Erika Werres ist Leiterin Planen und Entwicklung bei der WvM Immobilien und Projektentwicklung Köln und hält nichts von einer Frauenquote. Ihr Ansatz wäre ein anderer, nämlich der, dass die Bezahlung in vergleichbaren Positionen angeglichen wird, denn nur dann würden mehr Männer öfter Teilzeit nachfragen oder mehr Erziehungsauszeiten nehmen. Dank des Gender Pay Gaps würden aber oft die Frauen automatisch zu Hause bleiben.

Headhunter in der Immobilienbranche beziffern des Gender Pay Gap auf 5-15% auf vergleichbaren Positionen.

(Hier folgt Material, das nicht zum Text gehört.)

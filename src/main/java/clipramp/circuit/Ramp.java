package clipramp.circuit;

import java.util.Optional;

/**
 * The ramp: C_E charged through R_E, which is the fixed resistor and what the pot gives.
 *
 * @param capacitor C_E, F
 * @param fixed fixed part of R_E, ohm
 * @param pot the knob, or none for a fixed ramp
 */
public record Ramp(Part capacitor, Part fixed, Optional<Pot> pot) {
    /** No wiper's contact is nothing, and no circuit can tell less from this, ohm. */
    private static final double LEAST_OHMS = 0.01;

    public Ramp {
        Require.positive("ramp capacitor", capacitor.value());
        if (pot.isEmpty()) {
            Require.positive("fixed ramp resistor", fixed.value());
        }
    }

    /**
     * R_E at a knob position, nominal parts (model: knob).
     *
     * @param position 0 fully anticlockwise .. 1 fully clockwise; ignored for a fixed ramp
     * @return ohms
     */
    public double rampOhms(double position) {
        return Math.max(
                LEAST_OHMS, fixed.value() + pot.map(p -> p.ohms(position)).orElse(0.0));
    }
}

Kathrin von Hardenberg, Gründerin und Geschäftsführerin von Indigo Headhunters aus Frankfurt/ Main erklärt es dadurch, dass männliche Bewerber den Spielraum bei Gehaltsverhandlungen entschlossener ausnutzen als Bewerberinnen. Dass dies natürlich auch mit jahrzehntelanger Sozialisation zu tun hat, fällt ihr dabei scheinbar nicht auf.

Gleichstellung regelt sich eben nicht von alleine, wie Tobias Just, Geschäftsführer und wissenschaftlicher Leiter der Irebs-Akademie weiß. „Wir sind mit Sicherheit noch nicht da, wo wir sein sollten: dass diskriminierungsfrei allein auf Erfolgsbeiträge, Qualifikation und Kompetenz geachtet wird.“, so Just, und weiter: „Solange das Frausein ein Thema ist, so lange werden Frauen denken, dass sie eine Extrameile gehen müssen. Und es reicht ja schon, dass sie das denken“.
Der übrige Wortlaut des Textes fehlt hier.